The New England Highway is a bit longer, has far fewer overtaking lane 
kilometres and no ocean views.  It is however a much more enjoyable drive and 
quite scenic - particularly along the northern half where you pass through 
Cunninghams Gap, the Granite Belt and the New England Tableland.  At the 
southern end, you have the option of taking the Putty Road - a brilliant 
driving road with great scenery and little traffic during the week (the bikers 
are out on weekends) - from Singleton to Windsor (where you have traffic 
bypassing options to get to the southern and western suburbs).

I did a family trip down to Sydney over the year end.  We spent a few hours 
doing the wine/foodie thing around the Granite Belt.  It is like the Hunter 
Valley without the coal mines and traffic.  There is a nice balance between 
horticulture and bushland and lots of land for wildlife properties.  

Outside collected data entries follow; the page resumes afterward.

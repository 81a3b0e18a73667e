"""Where each fit starts: height and width of an extremum by following its flanks."""

from __future__ import annotations

import numpy as np


def first_guess(trace, index, sign, smooth: int):
    """(m, 3) a, c, ln s for features at sample ``index`` with ``sign`` (m,).

    The width is twice the shorter of the two distances to half height; flanks end at
    the next feature's mid-way point. Never narrower than 0.8 of the line width.
    """
    kernel = np.ones(smooth) / smooth
    y = np.convolve(trace.y, kernel, mode="same") if smooth > 1 else trace.y
    height = np.abs(y[index])
    step = np.gradient(trace.wave)[index]
    half = np.stack([_flank(sign, y, index, height, d) for d in (-1, 1)])
    fwhm = 2.0 * half.min(axis=0) * step
    width = trace.width[index]
    fwhm = np.clip(fwhm, 0.8 * width, 60.0 * width)
    floor = 1.5 * trace.noise[index] / np.sqrt(smooth)
    a = sign * np.maximum(np.where(sign * y[index] > 0, height, 0.0), floor)
    return np.c_[a, trace.wave[index], np.log(fwhm / 2.3548200450309493)]


def _flank(sign, y, index, height, direction):
    """Samples from each extremum to half its height; stops where the flank turns up."""
    n = len(y)
    distance = np.full(len(index), np.inf)
    lowest = height.copy()
    active = np.ones(len(index), dtype=bool)
    for k in range(1, 600):
        on = np.flatnonzero(active)
        if not len(on):
            break
        at = index[on] + direction * k
        value = sign[on] * y[np.clip(at, 0, n - 1)]
        out = (at < 0) | (at >= n)
        down = (value <= 0.5 * height[on]) | out
        turn = ~down & (value > lowest[on] + 0.1 * height[on])
        before = np.maximum(lowest[on] - value, 1e-12)
        part = np.clip((lowest[on] - 0.5 * height[on]) / before, 0.0, 1.0)
        distance[on[down]] = (k - 1 + part)[down]
        # a flank that turned has fallen to ``lowest`` after about k samples
        fall = np.clip(1.0 - lowest[on] / height[on], 0.02, 0.5)
        distance[on[turn]] = (k * np.sqrt(0.5 / fall))[turn]
        active[on[down | turn]] = False
        lowest[on] = np.minimum(lowest[on], value)
    distance[~np.isfinite(distance)] = 600.0
    return distance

I noticed lots of birdlife at each place we visited.   We had nice views of a 
female koel in a fruit tree by the carpark at Suttons Farm - a compulsory stop 
for people who like apple pie with spiced apple cider ice cream.  We were 
serenaded by whistlers, drongos and cuckoos at the Brass Monkey Brewhouse while 
sampling Euro style craft beers - the brewer was familiar with both Red rumped 
and Turquoise Parrots.  There were plenty of thornbills hopping around the 
garden beds at the Bramble Patch (where you can try a large range of unusual 
jams, relishes, sauces etc).  Finally, there was a multitude of birds at 
Kelsie’s Cottage - a colonial self-contained house in a bushland block (you 
won’t find it in the accommodation guides - Kelsie is a word of mouth 
operator), including a WT Treecreeper investigating a wheel barrow close to the 
back verandah.

We spent a few hours at Girraween National Park the next morning - there is 
always time for a stroll up the Pyramid.  The birds were a bit thin on the 
ground in the recently burnt sections (the fire was started by someone mowing 
grass on a distant property).  

We then motored on to the campground at Wollomombi Falls east of Armidale on 
the Waterfall Way.  It’s a good place to see choughs and lyrebirds - these are 
tame and often walk through the camping area.  This time I got nice photographs 
of a male lyrebird with a short lens.  The views of the falls and associated 
gorges from the nearby were also excellent.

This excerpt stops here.